If the output contains `--metric-denylist=...kube_.+_created...`, the source metric is intentionally absent.

3. Use any of the following PromQL expressions to compute the Pod startup duration in seconds. Each one returns one sample per Pod over the lookback window. Pick the alternative whose semantic best matches the question being asked:

```promql
# Time between scheduling and readiness — closest to "scheduling and start-up cost"
last_over_time(kube_pod_status_ready_time{namespace="test"}[1d])
- last_over_time(kube_pod_status_scheduled_time{namespace="test"}[1d])

# Time between init-container completion and readiness — isolates main container work
last_over_time(kube_pod_status_ready_time{namespace="test"}[1d])
- last_over_time(kube_pod_status_initialized_time{namespace="test"}[1d])

# Time between container start and readiness — isolates probe latency
last_over_time(kube_pod_status_ready_time{namespace="test"}[1d])
- last_over_time(kube_pod_start_time{namespace="test"}[1d])
```

4. To verify a single value out-of-band, use `kubectl` directly.
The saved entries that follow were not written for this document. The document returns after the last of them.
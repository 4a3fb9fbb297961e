"""A profile-likelihood interval that reaches the parameter's bound is written as such.

A peak at the window's upper edge (100 bins on 100-200 GeV: 2,500 exponential events, slope
-1 in t = (x - 150) / 50, and 40 events of a normal peak at 198.8 GeV, sigma 1.5, the
expected counts rounded): the mass's profile likelihood has not risen by 1/2 in -ln L when
the mass reaches 200 GeV, so MINOS stops at the bound and returns the distance to it, which
read as "+1.4" as if it were an error.

Reference: the extended binned Poisson likelihood in Baker and Cousins' form (Nucl. Instrum.
Meth. 221 (1984) 437, eq. 11) with the bin fractions of ``exp_gauss_reference`` (scipy's
ndtr and the exponential's closed-form CDF), profiled by iminuit's MIGRAD with the mass
held at the bound 200 GeV: its rise over the minimum must be below 1/2 (tolerance: the
check is a strict inequality with the value printed).  Checks: the fit's upper end of the
mass interval lies on the bound (1e-9 relative), the fit notes it, and every text of the
interval (repr, the summary's and the report's rows) writes that end ``?`` with the bound.
"""

from __future__ import annotations

import numpy as np
import pytest
from exp_gauss_reference import EDGES, WINDOW, exp_fractions, gauss_fractions
from iminuit import Minuit

import peaksift
from peaksift._format import fit_interval_text, format_interval
from peaksift.histogram import MassHistogram

COUNTS = np.round(2500.0 * exp_fractions(-1.0) + 40.0 * gauss_fractions(198.8, 1.5))


def _nll(mass, sigma, s, b1, b):
    n = COUNTS
    mu = s * gauss_fractions(mass, sigma) + b * exp_fractions(b1)
    if not np.all(mu > 0):
        return 1e30
    return float(np.sum(mu - n + n * np.log(np.where(n > 0, n / mu, 1.0))))


@pytest.fixture(scope="module")
def result():
    h = MassHistogram(EDGES)
    h.weight_sum, h.weight_sq_sum = COUNTS.copy(), COUNTS.copy()
    return peaksift.fit(h, "gaussian", "exponential", WINDOW, binned=True, intervals=["mass"])


def test_the_upper_end_of_the_mass_interval_is_the_bound(result):
    v = result.values
    at_min = _nll(v["mass"], v["sigma"], v["signal_yield"], v["b1"], v["background_yield"])
    m = Minuit(lambda sigma, s, b1, b: _nll(200.0, sigma, s, b1, b), sigma=v["sigma"],
               s=v["signal_yield"], b1=v["b1"], b=v["background_yield"])
    m.errordef = 0.5
    m.limits["sigma"] = (0.1, 50.0)
    m.migrad()
    assert m.fval - at_min < 0.5, m.fval - at_min  # (the reference: no rise of 1/2 yet)
    hi = result.intervals["mass"][1]
    assert abs(v["mass"] + hi - WINDOW[1]) <= 1e-9 * WINDOW[1]
    assert any("interval of mass: its upper end is the bound 200" in n for n in result.notes)
    text = repr(result)
    line = next(ln for ln in text.splitlines() if ln.strip().startswith("mass "))
    assert "+? -" in line and "(upper end at the bound 200)" in line, line
    from peaksift.fitting.figure import parameter_rows  # the fit figure's table

    mass_row = next(r for r in parameter_rows(result) if r[0].startswith("mass"))
    assert mass_row[2].startswith("+? -") and mass_row[2].endswith("(bound 200)"), mass_row
    d = result.to_dict()
    row = fit_interval_text(d, "peak_mass", "mass", "GeV")
    assert row.startswith(f"{v['mass']:.2f} +? -") and row.endswith(
        "GeV (upper end at the bound 200)"), row


def test_the_interval_texts():
    """Rounding to two significant digits of the smaller error (common practice); ends
    at a bound or missing written ``?`` with the reason."""
    assert format_interval(152.244, -0.55, 0.50, "GeV") == "152.24 +0.50 -0.55 GeV"
    assert format_interval(10.0, -10.0, 3.1, bounds=(0.0, None)) == \
        "10.0 +3.1 -? (lower end at the bound 0)"
    assert format_interval(5.0, -0.2, float("nan"), "GeV") == \
        "5.00 +? -0.20 GeV (no valid upper end)"
    assert format_interval(5.0, None, None, "GeV") == "5 GeV"


def test_an_invalid_fit_has_no_intervals():
    """A spike in one bin (+25 events at 150-151 GeV on the exponential above, no peak):
    the fit started there ends with sigma at or within one error of its floor (0.1 GeV, a
    tenth of a bin), invalid.
    Its intervals are not made (their ends would read as errors of a width that is not
    measured: '0 +42 -42 GeV').  Reference: iminuit's MIGRAD on the likelihood above
    (sigma bounded at the same floor): -ln L at the floor lies within 1/2 of its minimum,
    so the width is not measured."""
    n = np.round(2500.0 * exp_fractions(-1.0))
    n[50] += 25.0
    h = MassHistogram(EDGES)
    h.weight_sum, h.weight_sq_sum = n.copy(), n.copy()
    r = peaksift.fit(h, "gaussian", "exponential", WINDOW, binned=True,
                     start={"mass": 150.5, "sigma": 1.0}, intervals=True)

    def nll(mass, sigma, s, b1, b):
        mu = s * gauss_fractions(mass, sigma) + b * exp_fractions(b1)
        return 1e30 if not np.all(mu > 0) else float(
            np.sum(mu - n + n * np.log(np.where(n > 0, n / mu, 1.0))))

    m = Minuit(nll, mass=150.5, sigma=1.0, s=25.0, b1=-1.0, b=n.sum() - 25.0)
    m.errordef = 0.5
    m.limits["sigma"] = (0.1, 50.0)
    m.limits["mass"] = WINDOW
    m.migrad()
    v = dict(zip(m.parameters, m.values))
    # (the reference: the width is not told from its floor, -ln L there within 1/2)
    assert nll(v["mass"], 0.1, v["s"], v["b1"], v["b"]) - m.fval < 0.5
    assert not r.valid and any("sigma at or within one error of its floor" in p
                               for p in r.problems)
    assert r.intervals is None
    assert "profile-likelihood intervals not made: the fit is not valid" in r.notes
The Pod's `metadata.creationTimestamp` minus the `Ready` condition's `lastTransitionTime` gives the same number Prometheus reports:

```bash
kubectl -n test get pod -o json | jq -r '
.items[]
| .metadata.creationTimestamp as $created
| (.status.conditions[] | select(.type=="Ready") | .lastTransitionTime) as $ready
| "Pod: \(.metadata.name)\tCreated: \($created)\tReady: \($ready)\tDelta: \(($ready | fromdateiso8601) - ($created | fromdateiso8601)) s"
'
```

Example output:

```text
Pod: httpd-5c4cfd69b4-mr7tq Created: 2026-04-22T23:45:33Z Ready: 2026-04-22T23:46:05Z Delta: 32 s
```

## Diagnostic Steps

If both `kube_pod_created` AND `kube_pod_status_*` are empty in Prometheus, the cluster is missing `kube-state-metrics` entirely:

```bash
kubectl get pods -A -l app.kubernetes.io/name=kube-state-metrics
```

If `kube_pod_status_ready_time` returns values but the difference comes out negative, the Pod was already scheduled but never reached `Ready` within the query window — verify the Pod's current `Ready` condition with `kubectl describe pod`.